A curious phenomenon, notes Vigdis Hjorth at the headquarters of her Norwegian publishing house, "is the knausgårdization of Norwegian literature", consisting of writing books detailing episodes of private life.

Rishøi confesses, in the kitchen of his house on the outskirts of Oslo, that he has also written such a book, “but I did not publish it. I am very happy that I have no enemies in my own family, publishing it would have made me depressed, it is not necessary to disclose the true facts with all accuracy.”
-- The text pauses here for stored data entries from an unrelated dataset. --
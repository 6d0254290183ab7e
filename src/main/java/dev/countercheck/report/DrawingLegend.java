package dev.countercheck.report;

import dev.countercheck.report.HtmlModel.LegendRow;
import dev.countercheck.report.HtmlModel.MarkRow;
import dev.countercheck.review.PileCapDrawing;
import dev.countercheck.submission.Column;
import dev.countercheck.submission.Column.ColumnShape;
import dev.countercheck.submission.PileCap;
import dev.countercheck.submission.Point;

import java.util.ArrayList;
import java.util.List;

/**
 * The legend under an element's drawings: a sample of each kind of line with what it stands for,
 * in words (so that nothing depends on colour), and the list of fail tags.
 */
final class DrawingLegend {

    private static final double WIDTH = 46;
    private static final double HEIGHT = 18;

    private DrawingLegend() {
    }

    static List<LegendRow> rows(String id, PileCapDrawing drawing, boolean failing) {
        PileCap cap = drawing.cap();
        List<LegendRow> rows = new ArrayList<>();
        rows.add(new LegendRow(sample("cap", s -> s.rect(3, 3, WIDTH - 6, HEIGHT - 6, Styles.CAP)),
                "Cap outline: plan " + mm(cap.planXMm()) + " × " + mm(cap.planYMm()) + " mm, depth "
                        + mm(cap.depthMm()) + " mm."));
        rows.add(new LegendRow(sample("pile", s -> {
            s.circle(WIDTH / 2, HEIGHT / 2, 7, Styles.PILE);
            s.text(WIDTH / 2, HEIGHT / 2 + 3.5, "1", "middle", "font-size=\"9\" font-weight=\"bold\"");
        }), "Pile, numbered, φ" + mm(cap.piles().diameterMm()) + " mm, embedded " + mm(cap.piles().embedmentMm())
                + " mm; beside it its largest reaction over the ULS cases. Design resistance "
                + mm(cap.piles().compressionKn()) + " kN in compression, " + mm(cap.piles().tensionKn())
                + " kN in tension."));
        rows.add(new LegendRow(sample("column", s -> {
            s.hatch(id + "-legend-hatch", 5, Styles.HATCH_COLOUR);
            s.rect(WIDTH / 2 - 8, 2, 16, HEIGHT - 4, "fill=\"url(#" + Svg.escape(id) + "-legend-hatch)\"");
            s.rect(WIDTH / 2 - 8, 2, 16, HEIGHT - 4, Styles.COLUMN_EDGE);
        }), column(cap.column())));
        rows.add(new LegendRow(sample("bars-x", s -> s.line(3, HEIGHT / 2, WIDTH - 3, HEIGHT / 2, Styles.BAR_X)),
                "Bottom bars along x (solid). A bar set is named by count, φ diameter, face and layer (B1 bottom"
                        + " layer 1, nearest the soffit; B2 bottom layer 2; T1 top layer 1) and, in the section, the"
                        + " direction its bars run: 6 φ25 B1 (x)."));
        rows.add(new LegendRow(sample("bars-y", s -> s.line(3, HEIGHT / 2, WIDTH - 3, HEIGHT / 2, Styles.BAR_Y)),
                "Bottom bars along y (long dashes); in the section, bars along y are the dots."));
        rows.add(new LegendRow(sample("bars-top", s -> s.line(3, HEIGHT / 2, WIDTH - 3, HEIGHT / 2, Styles.BAR_TOP)),
                "Top bars (dotted)."));
        rows.add(new LegendRow(sample("shear", s -> s.line(3, HEIGHT / 2, WIDTH - 3, HEIGHT / 2, Styles.SHEAR)),
                "Critical one-way shear section, labelled with its check (shear-x, shear-y)."));
        drawing.controlPerimeterMm().ifPresent(a -> rows.add(new LegendRow(sample("perimeter",
                        s -> s.path(new Svg.Path().moveTo(3, HEIGHT - 3).lineTo(WIDTH - 14, HEIGHT - 3)
                                .arcTo(11, WIDTH - 3, 3, false), Styles.PERIMETER)),
                "Governing control perimeter u at a = " + mm(a) + " mm from the column face, rounded corners;"
                        + " only the part on the cap is drawn.")));
        BarLayout.spreadMm(cap).ifPresent(rise -> rows.add(new LegendRow(sample("spread", s -> {
            s.circle(WIDTH / 2, HEIGHT / 2, 7, Styles.SPREAD);
            s.line(WIDTH / 2 + 10, HEIGHT - 3, WIDTH / 2 + 18, 5, Styles.SPREAD_LINE);
        }), "45° spread from the edge of each pile head up to the lowest bottom bars: a ring " + mm(rise)
                + " mm outside the pile in plan, lines and end points in the section.")));
        rows.add(new LegendRow(sample("cut", s -> {
            s.line(3, HEIGHT / 2 + 2, WIDTH - 3, HEIGHT / 2 + 2, Styles.CUT);
            s.text(8, HEIGHT / 2 - 1, "A", "middle", "font-size=\"9\" font-weight=\"bold\"");
        }), "Cut of section A–A, along x through the column centre, looking in +y; the section projects every"
                + " pile onto the cut."));
        if (failing) {
            rows.add(new LegendRow(sample("fail", s -> {
                s.line(3, HEIGHT / 2, 22, HEIGHT / 2, Styles.SHEAR_FAIL);
                s.rect(25, 2, 19, 14, Styles.TAG_BOX + " rx=\"2\"");
                s.text(34.5, 13, "F1", "middle", "font-size=\"9\" font-weight=\"bold\" fill=\"" + Styles.FAIL_COLOUR
                        + "\"");
            }), "Fails: the item is drawn heavy and dashed and carries a boxed tag (F1, F2, …); the tags are"
                    + " listed below with their checks and findings."));
        }
        return rows;
    }

    /** The fail tags, each with its check, what it marks and its findings. */
    static List<MarkRow> marks(DrawingMarks marks) {
        return marks.all().stream().map(m -> new MarkRow(m.tag(), m.checkId(), m.checkTitle(), where(m),
                m.findingIds())).toList();
    }

    private static String where(DrawingMarks.Mark mark) {
        if (mark.piles().isEmpty()) {
            return mark.item().description();
        }
        List<String> numbers = mark.piles().stream().map(i -> String.valueOf(i + 1)).toList();
        return (numbers.size() == 1 ? "pile " : "piles ") + String.join(", ", numbers);
    }

    private static String column(Column c) {
        String size = c.shape() == ColumnShape.CIRCULAR ? "φ" + mm(c.cxMm()) : mm(c.cxMm()) + " × " + mm(c.cyMm());
        Point p = c.position();
        String bars = c.starterBars().map(b -> ", starter bars " + b.count() + " φ" + mm(b.diameterMm())).orElse("");
        return "Column (hatched) " + size + " mm, centre at x = " + mm(p.xMm()) + " mm, y = " + mm(p.yMm()) + " mm"
                + bars + ".";
    }

    private static String mm(double value) {
        return ReportNumbers.display(value, "mm");
    }

    private interface Painter {
        void paint(Svg svg);
    }

    private static String sample(String name, Painter painter) {
        Svg svg = new Svg(WIDTH, HEIGHT, "legend sample: " + name, "sample");
        painter.paint(svg);
        return svg.done();
    }
}
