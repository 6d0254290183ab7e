package dev.countercheck.report;

import dev.countercheck.report.DrawingMarks.Item;
import dev.countercheck.review.Drawing;
import dev.countercheck.review.Drawing.SectionLine;
import dev.countercheck.submission.Column;
import dev.countercheck.submission.Column.ColumnShape;
import dev.countercheck.submission.PileCap;
import dev.countercheck.submission.Point;
import dev.countercheck.submission.Reinforcement;
import dev.countercheck.submission.Reinforcement.BarSet;
import dev.countercheck.submission.Reinforcement.Direction;

import java.util.ArrayList;
import java.util.List;

/**
 * The plan of a pile cap, to scale: outline, bottom and top bars, piles with their numbers and
 * largest reactions, the 45° spread ring over each pile, the column, the basic control perimeter
 * (the part on the cap), the critical shear sections, the cut of the section view, dimensions in
 * mm, and the tags of what fails. x to the right, y up, as in the submission.
 */
final class PlanDrawing {

    static final double WIDTH = 800;
    static final double LEFT = 92;
    static final double RIGHT = 160;
    private static final double TOP = 76;
    private static final double BOTTOM = 116;
    private static final double MAX_HEIGHT = 420;

    private final PileCap cap;
    private final Drawing drawing;
    private final DrawingMarks marks;
    private final String id;
    private final double scale;
    private final double centreX;
    private final double centreY;
    private final Svg svg;
    /** Labels and tags, drawn last so that no line or pile hides them. */
    private final List<Runnable> overlay = new ArrayList<>();

    private PlanDrawing(String id, Drawing drawing, DrawingMarks marks) {
        this.id = id;
        this.drawing = drawing;
        this.cap = drawing.cap();
        this.marks = marks;
        this.scale = scale(cap);
        this.centreX = centreX();
        this.centreY = TOP + cap.planYMm() * scale / 2;
        this.svg = new Svg(WIDTH, TOP + cap.planYMm() * scale + BOTTOM, "Plan of pile cap " + cap.id());
    }

    /** The SVG text of the plan; {@code id} makes its pattern and clip ids unique on the page. */
    static String svg(String id, Drawing drawing, DrawingMarks marks) {
        return new PlanDrawing(id, drawing, marks).draw();
    }

    /** Canvas units per mm: the cap fills the width between the margins, or {@value #MAX_HEIGHT} units of height. */
    static double scale(PileCap cap) {
        return Math.min((WIDTH - LEFT - RIGHT) / cap.planXMm(), MAX_HEIGHT / cap.planYMm());
    }

    /** The canvas x of the cap's centre line (shared with the section, so that the two line up). */
    static double centreX() {
        return LEFT + (WIDTH - LEFT - RIGHT) / 2;
    }

    private double x(double mm) {
        return centreX + mm * scale;
    }

    private double y(double mm) {
        return centreY - mm * scale;
    }

    private String draw() {
        double left = x(-cap.planXMm() / 2);
        double right = x(cap.planXMm() / 2);
        double top = y(cap.planYMm() / 2);
        double bottom = y(-cap.planYMm() / 2);
        svg.hatch(id + "-hatch", 6, Styles.HATCH_COLOUR);
        svg.rect(left, top, right - left, bottom - top, Styles.CAP);
        cap.reinforcement().ifPresent(this::bars);
        svg.clipTo(id + "-on-cap", left, top, right - left, bottom - top);
        perimeter();
        svg.endGroup();
        drawing.shearSections().forEach(s -> shearSection(s, left, right, top, bottom));
        cutLine(left, right);
        columnHatch();
        piles();
        columnEdge();
        dimensions(left, right, top, bottom);
        cap.reinforcement().ifPresent(r -> barLabels(r, left, top, bottom));
        axesAndScale(left, bottom);
        overlay.forEach(Runnable::run);
        return svg.done();
    }

    private void bars(Reinforcement r) {
        double side = r.cover().sideMm();
        for (BarSet set : r.bottom()) {
            String style = barStyle(set.direction());
            barLines(set, side, style);
        }
        for (BarSet set : r.top()) {
            barLines(set, side, Styles.BAR_TOP);
        }
    }

    private String barStyle(Direction direction) {
        Item item = direction == Direction.X ? Item.BARS_X : Item.BARS_Y;
        if (!marks.tags(item).isEmpty()) {
            return Styles.BAR_FAIL;
        }
        return direction == Direction.X ? Styles.BAR_X : Styles.BAR_Y;
    }

    /** The bars of a set, evenly spread across the cap between the side covers. */
    private void barLines(BarSet set, double side, String style) {
        boolean alongX = set.direction() == Direction.X;
        double length = alongX ? cap.planXMm() : cap.planYMm();
        double across = alongX ? cap.planYMm() : cap.planXMm();
        for (double at : BarLayout.positions(set.count(), across, side, set.diameterMm())) {
            if (alongX) {
                svg.line(x(-length / 2 + side), y(at), x(length / 2 - side), y(at), style);
            } else {
                svg.line(x(at), y(-length / 2 + side), x(at), y(length / 2 - side), style);
            }
        }
    }

    private void perimeter() {
        if (drawing.controlPerimeterMm().isEmpty()) {
            return;
        }
        double a = drawing.controlPerimeterMm().getAsDouble();
        Column c = cap.column();
        String style = marks.tags(Item.PERIMETER).isEmpty() ? Styles.PERIMETER : Styles.PERIMETER_FAIL;
        if (c.shape() == ColumnShape.CIRCULAR) {
            svg.circle(x(c.position().xMm()), y(c.position().yMm()), (c.cxMm() / 2 + a) * scale, style);
            return;
        }
        double l = x(c.position().xMm() - c.cxMm() / 2);
        double r = x(c.position().xMm() + c.cxMm() / 2);
        double t = y(c.position().yMm() + c.cyMm() / 2);
        double b = y(c.position().yMm() - c.cyMm() / 2);
        double s = a * scale;
        svg.path(new Svg.Path().moveTo(l, t - s).lineTo(r, t - s).arcTo(s, r + s, t, true).lineTo(r + s, b)
                .arcTo(s, r, b + s, true).lineTo(l, b + s).arcTo(s, l - s, b, true).lineTo(l - s, t)
                .arcTo(s, l, t - s, true).close(), style);
    }

    private void shearSection(SectionLine line, double left, double right, double top, double bottom) {
        Item item = "x".equals(line.axis()) ? Item.SHEAR_X : Item.SHEAR_Y;
        String tags = marks.tags(item);
        String style = tags.isEmpty() ? Styles.SHEAR : Styles.SHEAR_FAIL;
        if ("x".equals(line.axis())) {
            double at = x(line.positionMm());
            svg.line(at, top - 8, at, bottom + 8, style);
            overlay.add(() -> Annotations.label(svg, at + 3, top + 11, line.checkId(), "start", Styles.TEXT_SMALL));
            if (!tags.isEmpty()) {
                overlay.add(() -> Annotations.tag(svg, at + 3, top + 24, tags));
            }
        } else {
            double at = y(line.positionMm());
            svg.line(left - 8, at, right + 8, at, style);
            overlay.add(() -> Annotations.label(svg, left + 3, at - 4, line.checkId(), "start", Styles.TEXT_SMALL));
            if (!tags.isEmpty()) {
                overlay.add(() -> Annotations.tag(svg, left + 3 + line.checkId().length() * 5.6 + 4, at - 8, tags));
            }
        }
    }

    /** The cut of section A–A: along x through the column centre, looking in +y. */
    private void cutLine(double left, double right) {
        double at = y(cap.column().position().yMm());
        svg.line(left - 22, at, right + 12, at, Styles.CUT);
        for (double end : new double[] {left - 22, right + 12}) {
            svg.path(new Svg.Path().moveTo(end - 4, at - 3).lineTo(end + 4, at - 3).lineTo(end, at - 11).close(),
                    "fill=\"" + Styles.INK + "\"");
            svg.text(end, at + 15, "A", "middle", Styles.TEXT_CUT);
        }
    }

    private void piles() {
        double radius = pileRadius();
        double spread = BarLayout.spreadMm(cap).orElse(0);
        List<Point> positions = cap.piles().positions();
        for (int i = 0; i < positions.size(); i++) {
            double px = x(positions.get(i).xMm());
            double py = y(positions.get(i).yMm());
            if (spread > 0) {
                svg.circle(px, py, radius + spread * scale, Styles.SPREAD);
            }
            String tags = marks.pileTags(i);
            svg.circle(px, py, radius, tags.isEmpty() ? Styles.PILE : Styles.PILE_FAIL);
            svg.text(px, py + 4.5, String.valueOf(i + 1), "middle", Styles.TEXT_PILE);
            if (i < drawing.pileReactionsKn().size()) {
                String reaction = ReportNumbers.display(drawing.pileReactionsKn().get(i), "kN") + " kN";
                overlay.add(() -> Annotations.label(svg, px, py + radius + 13, reaction, "middle",
                        tags.isEmpty() ? Styles.TEXT : Styles.TEXT_FAIL));
            }
            if (!tags.isEmpty()) {
                overlay.add(() -> Annotations.tag(svg, px + radius * 0.72, py - radius * 0.72 - 6, tags));
            }
        }
    }

    /** The column's hatched area, under the piles so that a pile beneath the column still shows. */
    private void columnHatch() {
        String fill = "fill=\"url(#" + Svg.escape(id) + "-hatch)\" stroke=\"none\"";
        columnShape("fill=\"#ffffff\"");
        columnShape(fill);
    }

    /** The column's outline, over the piles, and its fail tag. */
    private void columnEdge() {
        String tags = marks.tags(Item.COLUMN);
        columnShape(tags.isEmpty() ? Styles.COLUMN_EDGE : Styles.COLUMN_EDGE_FAIL);
        if (!tags.isEmpty()) {
            Column c = cap.column();
            double halfX = c.cxMm() / 2 * scale;
            double halfY = (c.shape() == ColumnShape.CIRCULAR ? c.cxMm() : c.cyMm()) / 2 * scale;
            overlay.add(() -> Annotations.tag(svg, x(c.position().xMm()) + halfX + 3,
                    y(c.position().yMm()) - halfY + 2, tags));
        }
    }

    private void columnShape(String style) {
        Column c = cap.column();
        double cx = x(c.position().xMm());
        double cy = y(c.position().yMm());
        double halfX = c.cxMm() / 2 * scale;
        if (c.shape() == ColumnShape.CIRCULAR) {
            svg.circle(cx, cy, halfX, style);
        } else {
            double halfY = c.cyMm() / 2 * scale;
            svg.rect(cx - halfX, cy - halfY, 2 * halfX, 2 * halfY, style);
        }
    }

    private void dimensions(double left, double right, double top, double bottom) {
        double overallY = top - 48;
        Annotations.extension(svg, left, top - 4, left, overallY - 4);
        Annotations.extension(svg, right, top - 4, right, overallY - 4);
        Annotations.horizontal(svg, left, right, overallY, ReportNumbers.display(cap.planXMm(), "mm"),
                Styles.DIMENSION);
        double overallX = left - 56;
        Annotations.extension(svg, left - 4, top, overallX - 4, top);
        Annotations.extension(svg, left - 4, bottom, overallX - 4, bottom);
        Annotations.vertical(svg, overallX, bottom, top, ReportNumbers.display(cap.planYMm(), "mm"),
                Styles.DIMENSION);
        List<Double> xs = chain(cap.piles().positions().stream().map(Point::xMm).toList(), cap.planXMm());
        double chainY = bottom + 26;
        for (int i = 0; i < xs.size(); i++) {
            double from = i == 0 || i == xs.size() - 1 ? bottom + 4 : y(lowestAt(xs.get(i))) + pileRadius() + 16;
            Annotations.extension(svg, x(xs.get(i)), Math.min(from, bottom + 4), x(xs.get(i)), chainY + 4);
            if (i > 0) {
                Annotations.horizontal(svg, x(xs.get(i - 1)), x(xs.get(i)), chainY,
                        ReportNumbers.display(xs.get(i) - xs.get(i - 1), "mm"), Styles.DIMENSION);
            }
        }
        List<Double> ys = chain(cap.piles().positions().stream().map(Point::yMm).toList(), cap.planYMm());
        double chainX = right + 30;
        for (int i = 0; i < ys.size(); i++) {
            double from = i == 0 || i == ys.size() - 1 ? right + 4 : x(rightmostAt(ys.get(i))) + pileRadius() + 2;
            Annotations.extension(svg, Math.min(from, right + 4), y(ys.get(i)), chainX + 4, y(ys.get(i)));
            if (i > 0) {
                Annotations.vertical(svg, chainX, y(ys.get(i - 1)), y(ys.get(i)),
                        ReportNumbers.display(ys.get(i) - ys.get(i - 1), "mm"), Styles.DIMENSION);
            }
        }
    }

    /** The cap's edges and the distinct pile coordinates between them, in order (coordinates within 0.5 mm are one). */
    private static List<Double> chain(List<Double> coordinates, double length) {
        List<Double> sorted = new ArrayList<>(coordinates);
        sorted.sort(Double::compare);
        List<Double> chain = new ArrayList<>();
        chain.add(-length / 2);
        for (double c : sorted) {
            if (c - chain.get(chain.size() - 1) > 0.5 && length / 2 - c > 0.5) {
                chain.add(c);
            }
        }
        chain.add(length / 2);
        return chain;
    }

    private double pileRadius() {
        return cap.piles().diameterMm() / 2 * scale;
    }

    /** The y of the lowest pile centre at x, so that its extension line starts at a pile. */
    private double lowestAt(double xMm) {
        return cap.piles().positions().stream().filter(p -> Math.abs(p.xMm() - xMm) <= 0.5)
                .mapToDouble(Point::yMm).min().orElse(-cap.planYMm() / 2);
    }

    /** The x of the rightmost pile centre at y. */
    private double rightmostAt(double yMm) {
        return cap.piles().positions().stream().filter(p -> Math.abs(p.yMm() - yMm) <= 0.5)
                .mapToDouble(Point::xMm).max().orElse(cap.planXMm() / 2);
    }

    private void barLabels(Reinforcement r, double left, double top, double bottom) {
        String xText = "x-bars: " + BarLayout.describe(r, Direction.X);
        svg.text(left, top - 12, xText, "start", Styles.TEXT);
        String xTags = marks.tags(Item.BARS_X);
        if (!xTags.isEmpty()) {
            Annotations.tag(svg, left + xText.length() * 6.1 + 6, top - 16, xTags);
        }
        String yText = "y-bars: " + BarLayout.describe(r, Direction.Y);
        svg.text(left, bottom + 52, yText, "start", Styles.TEXT);
        String yTags = marks.tags(Item.BARS_Y);
        if (!yTags.isEmpty()) {
            Annotations.tag(svg, left + yText.length() * 6.1 + 6, bottom + 48, yTags);
        }
    }

    private void axesAndScale(double left, double bottom) {
        double ox = left;
        double oy = bottom + 100;
        svg.line(ox, oy, ox + 26, oy, "stroke=\"" + Styles.INK + "\" stroke-width=\"1\"");
        svg.path(new Svg.Path().moveTo(ox + 30, oy).lineTo(ox + 24, oy - 3).lineTo(ox + 24, oy + 3).close(),
                "fill=\"" + Styles.INK + "\"");
        svg.text(ox + 34, oy + 4, "x", "start", Styles.TEXT);
        svg.line(ox, oy, ox, oy - 26, "stroke=\"" + Styles.INK + "\" stroke-width=\"1\"");
        svg.path(new Svg.Path().moveTo(ox, oy - 30).lineTo(ox - 3, oy - 24).lineTo(ox + 3, oy - 24).close(),
                "fill=\"" + Styles.INK + "\"");
        svg.text(ox, oy - 33, "y", "middle", Styles.TEXT);
        Annotations.scaleBar(svg, ox + 80, oy - 14, scale, WIDTH - LEFT - RIGHT);
    }
}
For Hjorth, the key is “the process of transforming experiences into literature, something complex that requires a certain fictionalization”. And she wonders: “What is reality? In reality television, the public is taken as true adventures that follow a script, with scenes prepared. Look, since in Oslo they don't read Spanish press, I can say it: in the union of Norwegian writers we are 400, many divorce often and every time they write a novel about their separation, their lovers... My goodness! Nobody else does that and nobody cares, in fact most sell only 200 copies, although they have a great echo, due to gossip, in the media”.

Beyond the new names, some Norwegian voices have been here for years, as is the case of Per Petterson, who was published in Spanish first by Random House and then by Asteroid. In Catalan, moreover, he is the most published foreign author by Club Editor –along with Alice Munro–, five titles since 2010. Petterson, in addition to friendship, shares an editor with Knausgård, and in Barcelona he assured with amusement that surely “if I were in the same room would be nailing elbows because they don't talk about him." However, for Petterson, the fact that his novels arise from aspects related to his life and contain some autobiographical elements does not make them autofiction. "In the end, everything you experience ends up in the books, but at the same time everything changes," he says. “People think that when there is a review of my books it is a review of my life, but that would be a very unprofessional way of looking at it,” he says.